Emi 4/5 Yig 4/5
L’île
des Justes
(BD)
Dessin : Espé
Scénario :
Stéphane
Piatzsek
Couleurs : Irène
Häfliger
Editions : Glénat
Quatrième
de couverture :
Marseille,
été 42.
Pour
échapper aux rafles, les Cohen tentent de rallier la Corse avant de se rendre
en Palestine, terre d’accueil mythique pour les juifs persécutés d’Europe.
Henri
Cohen, arrêté par la police française puis déporté, ne vivra jamais son rêve. Suzanne,
sa femme, est capturée à son arrivée sur l’île de beauté et séparée de son fils
Sacha qui, grâce à l’aide des insulaires, est mis en sécurité.
Réussissant
à prendre la fuite, Suzanne retrouve son fils dans le petit village de Canari
où un prêtre les recueille. Bienveillant, celui-ci leur permet de trouver un
refuge où il les imagine à l’abri. Mais il oublie qu’en Corse aussi, l’ennemi
fait sa loi… Seule la solidarité corse transformera le calvaire d’une famile en
un chemin d’espérance et de vie.
Ce qui frappe de prime abord, c’est la
magnifique couverture de l’album qui donne immédiatement envie d’ouvrir la BD
et de se plonger dans cet univers corse, entre l’ocre et le bleu. La lumière et
les décors de l’île de Beauté sont parfaitement mis en lumière par Espé et par
Irène Häfliger qui ont fait, à deux, un travail graphique remarquable. D’ailleurs,
je regrette que le nom de la coloriste ne soit pas mentionné sur la couverture,
tellement les couleurs sont importantes dans cet album, et contribuent
largement à l’attrait du livre !
Le scénario de Stéphane Piatzsek est saisissant
et sonne tellement vrai que je me suis demandé un moment si la BD était une
fiction ou un documentaire. La dédicace du scénariste sur la page titre, sème
le doute : « A mes grands parents, Suzanne et Henri Cohen » :
ce sont les noms des personnages de l’album.

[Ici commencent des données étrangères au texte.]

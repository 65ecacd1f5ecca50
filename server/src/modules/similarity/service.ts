/**
 * Similarity over an exercise: the newest version of each student's report is
 * compared with every other student's (shared/marking/similarity) and new flags
 * are stored, unique per pair and kind. A flag goes to a person; it never
 * changes a mark.
 *
 * Each report's curve and its deviations from its own reference come from the
 * marking (markReport(...).curve) against the exercise's current revision and
 * the report's own variant, recomputed here from the stored reading (references
 * are cached per variant, so this costs about a millisecond a report).
 */
import type { Knex } from 'knex';
import { exerciseSpecSchema } from '@shared/exercises/spec';
import type { Variant } from '@shared/exercises/variants';
import { findSimilarReports, type SimilarityReport } from '@shared/marking/similarity';
import { markWithReference } from '../reports/marking';
import { findExerciseWithRevision, findVariantById, latestReportsOfExercise, parseJson } from '../reports/repo';
import { markableOf, type StoredReading } from '../reports/service';
import { insertNewFlags } from './repo';

const curveFamilies = new Set(['one-electron', 'two-electron']);

export interface SimilarityRun {
  compared: number;
  flagsFound: number;
  flagsAdded: number;
}

export async function runSimilarity(db: Knex, exerciseId: number, onProgress?: (done: number, total: number) => Promise<void>): Promise<SimilarityRun> {
  const exercise = await findExerciseWithRevision(db, exerciseId);
  if (!exercise || exercise.revision_id === null) return { compared: 0, flagsFound: 0, flagsAdded: 0 };
  const spec = exerciseSpecSchema.parse(parseJson(exercise.spec_json));
  // answers-only exercises: equal answers are what correct reports have in common
  if (!curveFamilies.has(spec.model.family)) return { compared: 0, flagsFound: 0, flagsAdded: 0 };
  const rows = await latestReportsOfExercise(db, exerciseId);
  const variants = new Map<number, Variant>();
  const inputs: SimilarityReport[] = [];
  for (let i = 0; i < rows.length; i++) {
    const row = rows[i];
    let variant = variants.get(row.variant_id);
    if (!variant) {
      variant = parseJson<Variant>((await findVariantById(db, row.variant_id))!.variant_json);
      variants.set(row.variant_id, variant);
    }
    const stored = parseJson<StoredReading>(row.reading_json);
    const reading = markableOf(stored);
    if (!reading || variant.family !== spec.model.family) continue;
    const mark = markWithReference({ revisionId: exercise.revision_id, spec, variant, reading, answers: null, submittedAt: new Date(row.uploaded_at), extensionMinutes: 0 });
    if (!mark.curve) continue;
    inputs.push({
      reportId: row.id,
      studentKey: String(row.enrolment_id),
      distanceBohr: mark.curve.distanceBohr,
      energyHartree: mark.curve.energyHartree,
      deviationsFromReference: mark.curve.deviationHartree,
    });
    if (onProgress && i % 50 === 49) await onProgress(i + 1, rows.length + 1);
  }
  const flags = findSimilarReports(inputs);
  const flagsAdded = await db.transaction((trx) =>
    insertNewFlags(
      trx,
      flags.map((f) => ({ exerciseId, reportId: Number(f.reportId), otherReportId: Number(f.otherReportId), kind: f.kind, score: f.score, detail: f.detail })),
    ),
  );
  return { compared: inputs.length, flagsFound: flags.length, flagsAdded };
}
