/**
 * Roster import, re-import and single-student changes over HTTP against
 * MariaDB: messy files give row-level errors and import nothing; a clean file
 * is applied in one transaction; re-import updates without duplicates and
 * reports (never removes) missing students; roles and scope on every route.
 */
import { createHash } from 'node:crypto';
import { readFileSync } from 'node:fs';
import ExcelJS from 'exceljs';
import { afterAll, beforeAll, describe, expect, it } from 'vitest';
import type { RosterApplyResult, RosterEntry, RosterImportRecord, RosterMapping, RosterPreview } from '@shared/api/roster';
import { startAppContext, type AppContext } from '../support/app-context';
import { CookieClient } from '../support/cookie-client';
import { seedPeople, seedTwoCourses } from '../support/seed-people';

let ctx: AppContext;
const ids: Record<string, number> = {};
const clients = new Map<string, CookieClient>();
const fixture = (name: string) => readFileSync(new URL(`../fixtures/rosters/${name}`, import.meta.url));

async function as(login: string): Promise<CookieClient> {
  if (!clients.has(login)) clients.set(login, await ctx.signIn(login));
  return clients.get(login)!;
}

type Answer<T> = { status: number; body: T & { error?: { code: string; message: string; details?: { problems: string[]; rows: { rowNumber: number; message: string }[] } } } };

async function call<T = unknown>(login: string | null, method: string, path: string, body?: unknown): Promise<Answer<T>> {
  const client = login ? await as(login) : new CookieClient();
  const headers: Record<string, string> = {};
  if (method !== 'GET' && login) headers['x-csrf-token'] = await ctx.csrf(client);
  if (body !== undefined) headers['content-type'] = 'application/json';
  return client.json(`${ctx.baseUrl}/api/v1${path}`, { method, headers, body: body === undefined ? undefined : JSON.stringify(body) }) as Promise<Answer<T>>;
}

/** multipart POST of a roster file (and text fields) to .../roster/{preview|apply} */
async function send<T>(login: string | null, step: 'preview' | 'apply', bytes: Buffer | Uint8Array, fileName: string, fields: Record<string, string> = {}, courseId = ids.c1): Promise<Answer<T>> {
  const client = login ? await as(login) : new CookieClient();
  const form = new FormData();
  form.set('file', new Blob([new Uint8Array(bytes)]), fileName);
  for (const [k, v] of Object.entries(fields)) form.set(k, v);
  const headers: Record<string, string> = login ? { 'x-csrf-token': await ctx.csrf(client) } : {};
  return client.json(`${ctx.baseUrl}/api/v1/courses/${courseId}/roster/${step}`, { method: 'POST', headers, body: form }) as Promise<Answer<T>>;
}

const count = async (table: string, where: Record<string, unknown> = {}) => Number((await ctx.db.knex(table).where(where).count({ n: '*' }).first())!.n);
const snapshot = async () => ({ enrolments: await count('enrolments'), users: await count('users'), imports: await count('roster_imports') });
const sha = (b: Buffer | Uint8Array) => createHash('sha256').update(b).digest('hex');
const STANDARD: RosterMapping = { studentNumber: 0, familyName: 1, givenName: 2, email: 3, section: 4 };

beforeAll(async () => {
  ctx = await startAppContext();
  const k = ctx.db.knex;
  const people = await seedPeople(k, ctx.issuer, ['adm', 'lec1', 'lec2', 'ta1', 'stu1']);
  Object.assign(ids, people, await seedTwoCourses(k, people));
  [ids.c3] = await k('courses').insert({ term_id: ids.term, code: 'TST 303', title: 'Sixty students' });
  await k('course_staff').insert({ course_id: ids.c3, user_id: ids.lec1, role: 'lecturer' });
  [ids.labA] = await k('sections').insert({ course_id: ids.c1, name: 'Lab A', weekday: 2, starts_at: '09:00', ends_at: '12:00', capacity: 3 });
  [ids.labB] = await k('sections').insert({ course_id: ids.c1, name: 'Lab B', weekday: 4, starts_at: '14:00', ends_at: '17:00' });
  await k('section_assistants').insert({ section_id: ids.labA, user_id: ids.ta1 });
  for (let s = 1; s <= 3; s++) await k('sections').insert({ course_id: ids.c3, name: `Group ${s}` });
});

afterAll(async () => {
  await ctx?.close();
});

Après ma lecture, j’ai fait mes petites
recherches sur ce fameux préfet de Haute-Corse et sur les juifs réfugiés sur l’île
pendant la Seconde Guerre Mondiale. Le Préfet Balandier de l’histoire est largement
inspiré par le préfet Paul Balley qui a protégé les juifs malgré les
instructions du gouvernement. La délivrance de faux passeports turcs est aussi
un élément inspiré de faits réels ; ainsi que l’arrestation de juifs en l’absence
très ponctuelle du préfet… En réalité, un seul juif a été arrêté, Ignace
Schrefer, dans les mêmes conditions.
Il s’agit donc bien d’une fiction, mais nourrie
de faits réels piochés dans l’histoire Corse entre 39 et 45 et de la propre
histoire familiale du scénariste : la famille Cohen qui tente d’échapper
aux rafles.
Pour information, le titre de « Juste
parmi les nations » est décerné par un juge de la Cour Suprême d’Israël
aux personnes ayant apporté une aide, dans des situations où les juifs étaient
impuissants et menacés de mort ou de déportation vers les camps de
concentration, et avoir ainsi risqué leur vie, leur sécurité ou leur liberté
personnelle, et de l’avoir fait sans rechercher une récompense ou une
contrepartie matérielle.
Cette BD a eu le mérite de m’inciter à me
documenter sur la position de la Corse pendant dans la Seconde Guerre Mondiale,
et m’a donné envie de retourner sur cette île, de me replonger dans ma
généalogie, de sillonner à nouveau les rues des petits villages de mes aïeux.